# Campground Reservations?



## zigzagrv (Aug 12, 2004)

Next year, we're taking a trip around the US. We will be gone about 5 weeks and will be visiting most of the major National Parks in the western US as well as some of the lesser ones. We did this trip in 1980 and never needed a reservation at a campground. We usually stayed at KOA's, because they were easy to find with the help of AAA. We have no timetable or deadlines, only places to visit. I realize places like Grand Canyon, Yosemite, Yellowstone, etc. will be tough to get into without reservations.  

What I would like to know from some of the more prolific travelers is can this be done without making reservations at campgrounds weeks or months in advance? We will be calling ahead when we know where we will be on a certain date, but this will probably be only a few days in advance. We will be looking for good, clean campgrounds, and a place to relax/sightsee for a day or two before we move on.

Ron


----------



## janicenlarry (Aug 13, 2004)

Campground Reservations?

In 4 yrs of full timeing, I can count on one hand the number of times we did advance reservations.  Suggest you get a copy of Trailer Life campground guide.  It lists & rates thousands of RV parks both private and public.  Also suggest you join Passport America for 1/2 price camping for a small annual fee.  I stayed once in a KOA and found them to be far too expensive with many amenities we dont need and with too many kids running around.
Take it low and slow and stay off of interstates when possible to really see and enjoy the country.  Have a great time!


----------



## ARCHER (Aug 18, 2004)

Campground Reservations?

We use the Trailer LIfe guide and find a place we think we would like and call while on the road to check for openings.  Has worked for last two years.  Wife is navigator so she plots the location while I drive...


----------



## DDD (Aug 18, 2004)

Campground Reservations?

Walmart is nice


----------



## Babsofhouston (Aug 18, 2004)

Campground Reservations?

 I have seen RV's parked in Walmart parking lots, is this something that they allow or do you just show up and park?  

Babs


----------



## ARCHER (Aug 19, 2004)

Campground Reservations?

Some have signs that says "No Overnight Parking".  Some don't.  Just go  in a ask the store mgr what they allow and do not allow.  Welcome to the forum.
I've parked at Wal-Mart but went in and cleared it with Store Mgr.  Never had a problem.  :laugh:


----------



## JimFischer (Feb 2, 2005)

Campground Reservations?

We are planning a very similar trip this summer.  My plan is to have a few reservations made at key stops (Grand Canyon,Yellowstone) at certain dates, allowing enough time in between to have some leeway for staying longer in places we are particularly enjoying, but then to just find campgrounds along the way at other places.  We'll have all our resources handy to contact campgrounds in the area as we figure out our next stop, or just take our chances when we get there.  Woodall's is another good resource for campgrounds (www.woodalls.com).  I have also bought some books like "Frommers Guide to the National Parks of The West" that are very helpful and informative.  I'm finding that planning the trip is a great way to pass the long winters in upstate NY.

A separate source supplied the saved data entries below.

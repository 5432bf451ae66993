"""The estimated curve of the kept ensemble (baggr/oob/curve.py): its parts against outside
references, and the running estimate against a recount from scratch after every member."""
import itertools
import math

import numpy as np
import pytest
from scipy import stats

from baggr.oob import curve
from baggr.oob import curve_kernels as ck
from baggr.oob.tally import MemberDelta, Tally

from naive_tally import recount_classes


def _plurality_wrong_by_enumeration(b, p, own, tie_rank):
    """Chance that b votes drawn with probabilities p (own class first) elect another class, summed
    over every vote vector (scipy's multinomial pmf); ties go to the lowest tie_rank."""
    total = 0.0
    for counts in itertools.product(range(b + 1), repeat=len(p) - 1):
        if sum(counts) > b:
            continue
        full = list(counts) + [b - sum(counts)]
        top = max(full)
        winner = min((tie_rank[i], i) for i, c in enumerate(full) if c == top)[1]
        if winner != own:
            total += stats.multinomial.pmf(full, b, p)
    return total


def test_two_class_table_is_the_binomial_tail():
    # b votes, each right with chance p: a wrong majority is Bin(b, p) < b / 2 (scipy.stats.binom);
    # a tie (even b) goes to class 0, so it is wrong for rows of class 1 only
    s = curve.sizes(curve.MAX_SIZE)
    p = curve._grid_two()[0][:, 0]
    for tie_wrong in (False, True):
        g = curve._g_two(s, tie_wrong)
        for b in (1, 2, 5, 8, 67):
            i = int(np.flatnonzero(s == b)[0])
            want = stats.binom.cdf(math.ceil(b / 2) - 1, b, p)
            if b % 2 == 0 and tie_wrong:
                want = want + stats.binom.pmf(b // 2, b, p)
            np.testing.assert_allclose(g[:, i], want, atol=1e-12)
        # b -> oo: wrong exactly when p < 1/2 (law of large numbers)
        assert np.all(g[p < 0.5, -1] == 1.0) and np.all(g[p > 0.5, -1] == 0.0)


def test_three_class_table_against_enumeration():
    # against every vote vector's multinomial probability (scipy), for each place of the own class
    s = curve.sizes(curve.MAX_SIZE_THREE)
    grid = curve._grid_three()[0]
    rng = np.random.default_rng(0)
    picks = rng.choice(grid.shape[0], 8, replace=False)
    for own_rank, (t1, t2) in enumerate([(True, True), (False, True), (False, False)]):
        # own class 0, 1 or 2: the others keep their order around it
        ranks = {0: [0, 1, 2], 1: [1, 0, 2], 2: [2, 0, 1]}[own_rank]
        g = curve._g_three(s, t1, t2)
        for b in (1, 2, 3, 4, 7):
            i = int(np.flatnonzero(s == b)[0])
            for j in picks:
                want = _plurality_wrong_by_enumeration(b, grid[j], 0, ranks)
                assert g[j, i] == pytest.approx(want, abs=1e-10), (own_rank, b, grid[j])


def _binomial_rows(rng, n, members, draw_p):
    """Rows whose votes are Binomial(k_i, p_i) with k_i ~ Bin(members, e^-1): the model the
    estimate rests on, with a known truth."""
    p = draw_p(rng, n)
    k = rng.binomial(members, math.exp(-1), n)
    v = rng.binomial(k, p)
    return p, k, v


def test_estimate_recovers_the_error_of_b_votes_when_votes_follow_the_model():
    # With p_i known, the error of b votes on row i is the binomial tail g_b(p_i) (scipy): the
    # estimate from k_i ~ 0.37 M votes per row, averaged over seeds, matches mean g_b(p_i) at b = M,
    # where the plain majority of the k_i votes (the textbook OOB error) reads far higher.
    def draw_p(rng, n):  # most rows easy, some hard, a few wrongly labelled: a forest's shape
        u = rng.random(n)
        return np.where(u < 0.7, rng.beta(20, 1.5, n), np.where(u < 0.92, rng.beta(3, 2, n), rng.beta(1.5, 6, n)))

    for members in (10, 40):
        diffs, raws = [], []
        for seed in range(30):
            rng = np.random.default_rng(seed)
            p, k, v = _binomial_rows(rng, 1500, members, draw_p)
            y = np.zeros(p.shape[0], np.int32)
            votes = np.stack([v, k - v], axis=1).astype(np.int32)
            fit = curve.fit_classes(votes, np.zeros(0, np.int32), y, 2, members)
            truth = np.mean(stats.binom.cdf(math.ceil(members / 2) - 1, members, p))
            diffs.append(fit.at(members)[0] - truth)
            cov = k > 0
            raws.append(np.mean(2 * v[cov] <= k[cov]) - truth)
        d = np.array(diffs)
        se = d.std(ddof=1) / np.sqrt(d.size)
        assert abs(d.mean()) < 3 * se + 0.002, (members, d.mean(), se)
        r = np.array(raws)
        assert r.mean() > 0.01 and r.mean() > 10 * r.std(ddof=1) / np.sqrt(r.size), (members, r.mean())


def test_influence_is_the_derivative_of_the_fit():
    # the influence of a cell is d(estimate)/d(weight of the cell): checked by refitting with a
    # slightly larger weight on each of a few cells (central finite differences)
    rng = np.random.default_rng(3)
    p, k, v = _binomial_rows(rng, 400, 20, lambda r, n: r.beta(4, 1.5, n))
    keep = k > 0
    cells, counts = ck.class_cells(np.stack([v[keep], k[keep] - v[keep]], 1).astype(np.int32),
                                   np.zeros(0, np.int32), np.zeros(keep.sum(), np.int32), 0, 1, False, 1)
    grid, (sp, si, sv) = curve._grid_two()
    g = curve._g_two(curve.sizes(curve.MAX_SIZE), False)[:, [0, 9, -1]].copy()
    lp, li, lv = ck.likelihood(cells, grid, curve.DROP)
    w = counts.astype(np.float64)

    def t(weights):
        pi, _ = ck.ems(lp, li, lv, weights, sp, si, sv, grid.shape[0], 1e-14, 200000)
        return pi @ g

    pi, _ = ck.ems(lp, li, lv, w, sp, si, sv, grid.shape[0], 1e-14, 200000)
    psi = ck.influence(lp, li, lv, w, sp, si, sv, pi, g)
    total = w.sum()
    for c in rng.choice(cells.shape[0], 5, replace=False):
        h = 1e-4 * total
        up, down = w.copy(), w.copy()
        up[c] += h
        down[c] -= h
        # d t / d w_c with the weights renormalised: the influence of cell c, centred
        deriv = (t(up) - t(down)) / (2 * h) * total
        np.testing.assert_allclose(psi[c], deriv, rtol=2e-3, atol=2e-6)


def test_regression_estimate_is_bias_plus_spread_over_b():
    # E[(y - mean of b predictions)^2] = (y - mu)^2 + sigma^2 / b (bias-variance, textbook); the
    # per-row estimate from k predictions is unbiased for it: checked over many simulated tallies
    rng = np.random.default_rng(4)
    n, b = 300, 50
    mu = rng.normal(size=n)
    sigma = rng.uniform(0.5, 2.0, n)
    y = mu + rng.normal(scale=0.5, size=n)
    truth = np.mean((y - mu) ** 2 + sigma ** 2 / b)
    ests = []
    for rep in range(200):
        k = rng.binomial(8, math.exp(-1), n).astype(np.int32)
        x = rng.normal(mu[:, None], sigma[:, None], (n, 8))
        mask = np.arange(8)[None, :] < k[:, None]
        s = np.where(mask, x, 0.0).sum(axis=1)
        mean = s / np.maximum(k, 1)
        m2 = np.where(mask, (x - mean[:, None]) ** 2, 0.0).sum(axis=1)
        ests.append(curve.fit_regression(s, m2, k, y, 8).at(b)[0])
    e = np.array(ests)
    assert abs(e.mean() - truth) < 3 * e.std(ddof=1) / np.sqrt(e.size), (e.mean(), truth)


def _deltas(rng, n, c, members, soft):
    out = []
    for m in range(members):
        rows = np.flatnonzero(rng.random(n) < 0.37).astype(np.int32)
        if soft:
            v = rng.dirichlet(np.ones(c) * 0.3, size=rows.size)
        else:
            v = rng.integers(0, c, rows.size).astype(np.int32)
        out.append(MemberDelta(m, rows, v))
    return out


def _assert_fit_equal(a, b):
    for name, x in a.arrays().items():
        np.testing.assert_array_equal(x, b.arrays()[name], err_msg=name)


@pytest.mark.parametrize("n_classes,soft", [(2, False), (3, False), (4, False), (2, True)])
def test_classes_estimate_incremental_equals_batch(n_classes, soft):
    # after every member, the running estimate is the one a recount of the votes from scratch gives
    rng = np.random.default_rng(10 + n_classes)
    n, members = (250, 17) if n_classes == 2 else (120, 12)
    y = rng.integers(0, n_classes, n).astype(np.int32)
    deltas = _deltas(rng, n, n_classes, members, soft)
    t = Tally("classes", y, n_classes, "shares" if soft else "hard", capacity=members)
    last = None
    for m, d in enumerate(deltas):
        t.fold(d)
        hot = [MemberDelta(x.member, x.rows, x.votes if soft else np.eye(n_classes, dtype=np.int32)[x.votes])
               for x in deltas[: m + 1]]
        ref = recount_classes(y, n_classes, hot)
        votes = ref["votes"] if soft else ref["votes"].astype(np.int32)
        left = ref["left_out"].astype(np.int32) if soft else np.zeros(0, np.int32)
        if curve.refit_due(m + 1):
            last = curve.fit_classes(votes, left, y, n_classes, m + 1, sample=curve.LIVE_ROWS)
        if last is None:                    # no refit yet: the figures are the textbook ones
            assert t.est is None and t.live() == {}
            continue
        _assert_fit_equal(t.est, last)
        _assert_fit_equal(t.fit(), curve.fit_classes(votes, left, y, n_classes, m + 1))
        live = t.live()
        assert live["error"] == last.at(m + 1)[0]
        assert live["class_error"] == last.class_at(m + 1)[0].tolist()


def test_regression_estimate_incremental_equals_batch():
    rng = np.random.default_rng(20)
    n, members = 200, 15
    y = rng.normal(size=n)
    t = Tally("regression", y, 1, "hard", capacity=members)
    seen = [[] for _ in range(n)]
    for m in range(members):
        rows = np.flatnonzero(rng.random(n) < 0.37).astype(np.int32)
        vals = rng.normal(size=rows.size)
        t.fold(MemberDelta(m, rows, vals))
        for r, x in zip(rows, vals):
            seen[r].append(x)
        k = np.array([len(s) for s in seen], np.int32)
        s = np.array([sum(v) for v in seen])
        m2 = np.array([np.sum((np.array(v) - np.mean(v)) ** 2) if v else 0.0 for v in seen])  # two-pass
        np.testing.assert_allclose(t.value_m2, m2, rtol=1e-12, atol=1e-12)
        ref = curve.fit_regression(s, m2, k, y, m + 1)
        got = t.fit()
        np.testing.assert_allclose(got.error, ref.error, rtol=1e-11)
        np.testing.assert_allclose(got.var, ref.var, rtol=1e-9)


def test_estimate_survives_a_checkpoint_bit_for_bit():
    # a tally restored from its arrays mid-run folds on to the same estimate as one never stopped
    rng = np.random.default_rng(30)
    n, members = 300, 40
    y = rng.integers(0, 2, n).astype(np.int32)
    deltas = _deltas(rng, n, 2, members, False)
    whole = Tally("classes", y, 2, "hard", capacity=members)
    for d in deltas:
        whole.fold(d)
    part = Tally("classes", y, 2, "hard", capacity=members)
    for d in deltas[:13]:           # 13: between two refits, so the restored fit is read until 16
        part.fold(d)
    again = Tally("classes", y, 2, "hard", capacity=members)
    again.restore({k: np.array(v, copy=True) for k, v in part.arrays().items()})
    for d in deltas[13:]:
        again.fold(d)
    for name, a in whole.arrays().items():
        np.testing.assert_array_equal(again.arrays()[name], a, err_msg=name)


def test_members_needed_and_limit_follow_the_curve():
    rng = np.random.default_rng(5)
    p, k, v = _binomial_rows(rng, 3000, 60, lambda r, n: np.where(r.random(n) < 0.8, r.beta(9, 1, n), r.beta(2, 2, n)))
    fit = curve.fit_classes(np.stack([v, k - v], 1).astype(np.int32), np.zeros(0, np.int32),
                            np.zeros(3000, np.int32), 2, 60)
    need = fit.members_needed()
    tol = fit.tolerance()
    assert tol == max(0.01 * fit.limit, 0.001)
    # definition: from `need` on the estimate stays within tol of the limit, and not from need - 1
    b = np.arange(need, need + 5000)
    assert np.all(fit.at(b) <= fit.limit + tol)
    assert not np.all(fit.at(np.arange(need - 1, need + 5000)) <= fit.limit + tol)
    # the limit lies below every finite size's estimate here (no row at exactly 1/2 dominates)
    assert fit.limit < fit.at(1001)[0] < fit.at(11)[0]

Maybe we'll see you on the road.  Happy Trails.


----------



## dneighbo (Jun 9, 2005)

Campground Reservations?

We hope to be at Yellowstone and Grand Canyon this summer.  Maybe we will see you there.


----------



## Hostess (Jul 14, 2005)

Campground Reservations?

Now I know  what's wrong with our little campground in Valemount BC, no Walmart.


----------



## DL Rupper (Jul 20, 2005)

Campground Reservations?

Wal-Mart is ok in an emergency, but not the way to enjoy life.  If any of you get to Utah there are some real nice campgrouds in Red Rock Country.  Bryce and Zions Nat Parks may require waiting to get a site in the summer, but are worth the wait.  Travel from Bryce to Capitol Reef Nat Park via Utah Highway 12.  This takes you through the Escalante Nat Monument. This is breathtaking scenery, but be advised a diesel rig is the best way to travel this route.  There are 8-12 percent grades, both up & down with dropoffs on both sides. Its called the staircase. Well worth the white knuckles if you are adventurous.  The campground in Capitol Reef Nat Park is outstanding and sites are usally available in the mornings.  From Capitol Reef a trip to Arches and Cayonlands Nat Park is a must.  However, the campgrounds in these Parks are best suited for boondockers.  Moab, Ut is nearby and has many commercial campgronds available.  The scenery is fabulous. Overall, they beat the Grand Canyon.
The campgrounds in Bryce, Zions, Capitol Reef, Arches, and Canyonland Nat Parks do not have hookups so be prepared. There are also so GREAT State Parks along the way.  No hookups. Apr, May and Oct, Nov are the best months to visit these National Parks.  Hot in summer.


----------



## cybercelt (Jul 29, 2005)

Campground Reservations?

Recreation.gov offers single point of access to information about Federal recreational opportunities and reservations. The recreation portal provides a comprehensive source of information aboaut thousands of recreational opportunities on Federal lands, displayed based on the interests of the customer. This is all federally owned lands and you may find information by state, activity or just browse.


----------